Bolsonaro ainda tem criticado ações do STF (Supremo Tribunal Federal) e do TSE (Tribunal Superior Eleitoral) contra páginas bolsonaristas investigadas por disseminar fake news.
Em maio, uma minuta de decreto, tido como ilegal e inconstitucional por advogados consultados pela Folha, chegou a ser debatido pelo Ministério das Comunicações. A leitura do governo era que o texto deveria ser feito por instrumento legal mais rígido, como a MP.
O Marco Civil da Internet foi aprovado em 2014, após mais de dois anos de embates, negociações e intensos lobbys. O texto é uma espécie de Constituição, estabelecendo princípios, garantias, direitos e deveres na rede.
Bolsonaro ainda faz acenos a sua base eleitoral e mira a reeleição em 2022 ao dar aval para a mudança na legislação. Aliados dizem que levaram reclamações ao Planalto sobre restrições de conteúdos em redes sociais.
A MP determina que o usuário seja notificado quando a rede social restringir a conta ou conteúdos.

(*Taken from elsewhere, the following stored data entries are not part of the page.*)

package sheet

import (
	"math"
)

// labelGap is the clear space kept between two label boxes and between a
// label and a mark, mm.
const labelGap = 0.3

// placer keeps the boxes already taken in a view (labels, marks, symbols)
// and the leader lines, and finds a free spot for each new label. They lie
// in a uniform grid of cells. Labels and leaders never pile up there,
// since a label goes only where it is clear of the others; the fixed boxes
// (station symbols, marks, the drawn things labels keep off) can, by the
// thousand on one spot of a crowded plan: those that come to a cell that
// holds cellCap fixed boxes already go to a boxTree instead. The fixed
// boxes are added before the labels near them are placed: the tree is
// rebuilt when more than pendingMax boxes came after it.
type placer struct {
	bounds Rect    // labels must lie inside
	cell   float64 // grid cell size, mm
	grid   map[[2]int][]int
	items  []pitem // the boxes and leaders in the grid
	seen   []uint32
	gen    uint32
	nfixed map[[2]int]int // the number of fixed boxes in each cell
	fixed  []pitem        // the fixed boxes beyond cellCap, in the order added
	tree   *boxTree
	built  int // fixed[:built] are in tree
	// hatch is the raster of the view's hatched regions, nil when none:
	// a label keeps off it where it can (see find)
	hatch *hatchMask
	cands []cand // the far candidates of the label being placed
	// misses holds the labels whose far search found no room, by the
	// cell of side missR their anchor lies in (see find)
	misses map[[2]int][]miss
}

// pendingMax is the most fixed boxes the placer tests one by one before
// it rebuilds its tree; cellCap is the most fixed boxes in a grid cell.
const (
	pendingMax = 16
	cellCap    = 32
)

// pitem is a taken box or a leader segment.
type pitem struct {
	r     Rect
	a, b  Pt
	seg   bool
	label bool // a label box, which leaders must not cross
	mark  bool // a station's symbol, which another station's label keeps away from
}

func newPlacer(bounds Rect) *placer {
	return &placer{bounds: bounds, cell: 4, grid: make(map[[2]int][]int), nfixed: make(map[[2]int]int), tree: &boxTree{}}
}

// hatchFrom rasters the hatched regions among shapes (the zones, keep-outs
// and treatment drawn so far) for the labels placed from now on to keep
// off.
func (p *placer) hatchFrom(shapes []Shape) { p.hatch = newHatchMask(p.bounds, shapes) }

// onHatch returns the hatched share (0–1) of label box r with its gap
// round it.
func (p *placer) onHatch(r Rect) float64 {
	return p.hatch.frac(Rect{r.X - labelGap, r.Y - labelGap, r.W + 2*labelGap, r.H + 2*labelGap})
}

func (p *placer) cellRange(r Rect) (int, int, int, int) {
	return int(math.Floor(r.X / p.cell)), int(math.Floor(r.Y / p.cell)),
		int(math.Floor(r.Right() / p.cell)), int(math.Floor(r.Bottom() / p.cell))
}

func (p *placer) insert(it pitem, r Rect) {
	x0, y0, x1, y1 := p.cellRange(r)
	fixed := !it.seg && !it.label
	if fixed {
		for gx := x0; gx <= x1; gx++ {
			for gy := y0; gy <= y1; gy++ {
				if p.nfixed[[2]int{gx, gy}] >= cellCap {
					p.fixed = append(p.fixed, it)
					return
				}
			}
		}
	}
	i := len(p.items)
	p.items = append(p.items, it)
	p.seen = append(p.seen, 0)
	for gx := x0; gx <= x1; gx++ {
		for gy := y0; gy <= y1; gy++ {
			k := [2]int{gx, gy}
			p.grid[k] = append(p.grid[k], i)
			if fixed {
				p.nfixed[k]++
			}
		}
	}
}

// pending returns the fixed boxes not in the tree, after rebuilding the
// tree if they are many.
func (p *placer) pending() []pitem {
	if len(p.fixed)-p.built > pendingMax {
		p.tree = newBoxTree(append([]pitem(nil), p.fixed...))
		p.built = len(p.fixed)
	}
	return p.fixed[p.built:]
}

// block marks r as taken by a mark or symbol.
func (p *placer) block(r Rect) { p.insert(pitem{r: r}, r) }

// mark marks r as taken by a station's symbol.
func (p *placer) mark(r Rect) { p.insert(pitem{r: r, mark: true}, r) }

// take marks r as taken by a label.
func (p *placer) take(r Rect) { p.insert(pitem{r: r, label: true}, r) }

// leader records a leader line from a to b.
func (p *placer) leader(a, b Pt) {
	p.insert(pitem{a: a, b: b, seg: true}, boundOf([]Pt{a, b}))
}

// visit calls f for every item of the grid near r once.
func (p *placer) visit(r Rect, f func(it *pitem) bool) bool {
	p.gen++
	x0, y0, x1, y1 := p.cellRange(r)
	for gx := x0; gx <= x1; gx++ {
		for gy := y0; gy <= y1; gy++ {
			for _, i := range p.grid[[2]int{gx, gy}] {
				if p.seen[i] == p.gen {
					continue
				}
				p.seen[i] = p.gen
				if !f(&p.items[i]) {
					return false
				}
			}
		}
	}
	return true
}

// free reports whether a label box r lies inside the bounds and clear of
// every taken box (by labelGap) and leader line.
func (p *placer) free(r Rect) bool {
	if !p.bounds.Contains(r) {
		return false
	}
	grown := Rect{r.X - labelGap, r.Y - labelGap, r.W + 2*labelGap, r.H + 2*labelGap}
	if !p.visit(grown, func(it *pitem) bool {
		if it.seg {
			return !segHitsRect(it.a, it.b, grown, 0)
		}
		return !it.r.Overlaps(grown, 0)
	}) {
		return false
	}
	for _, it := range p.pending() {
		if it.r.Overlaps(grown, 0) {
			return false
		}
	}
	return len(p.fixed) == 0 || !p.tree.overlaps(grown)
}

// boxesOver returns the number of taken boxes (not leaders) that overlap
// r.
func (p *placer) boxesOver(r Rect) int {
	n := 0
	if len(p.fixed) > 0 {
		n = p.tree.count(r)
	}
	for _, it := range p.pending() {
		if it.r.Overlaps(r, 0) {
			n++
		}
	}
	p.visit(r, func(it *pitem) bool {
		if !it.seg && it.r.Overlaps(r, 0) {
			n++
		}
		return true
	})
	return n
}

// leaderGap is how far (mm) a leader keeps inside the edges of the boxes
// it must not cross.
const leaderGap = 0.05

O texto prevê desde advertência, multa, suspensão e proibição das atividades da empresa que não seguir as exigências para restringir conteúdos.
Bolsonaro disse no último dia 24 que o TSE “arrebentou a corda” ao determinar às empresas que administram redes sociais que suspendam os repasses de dinheiro a páginas investigadas por disseminar fake news.
As mídias digitais são o principal meio de comunicação de Bolsonaro e foram decisivas para sua vitória em 2018. No Planalto, há um departamento de comunicação digital, apelidado de “gabinete do ódio”. É atribuído a esse grupo a elaboração de ataques virtuais a adversários.
Após anunciar a MP, o governo divergiu do youtuber Felipe Neto. Ele havia dito que o texto proíbe a remoção de conteúdos. A página do governo, então, disse que a mudança na legislação é para exigir que se apresente “justa causa para esse tipo de ação”.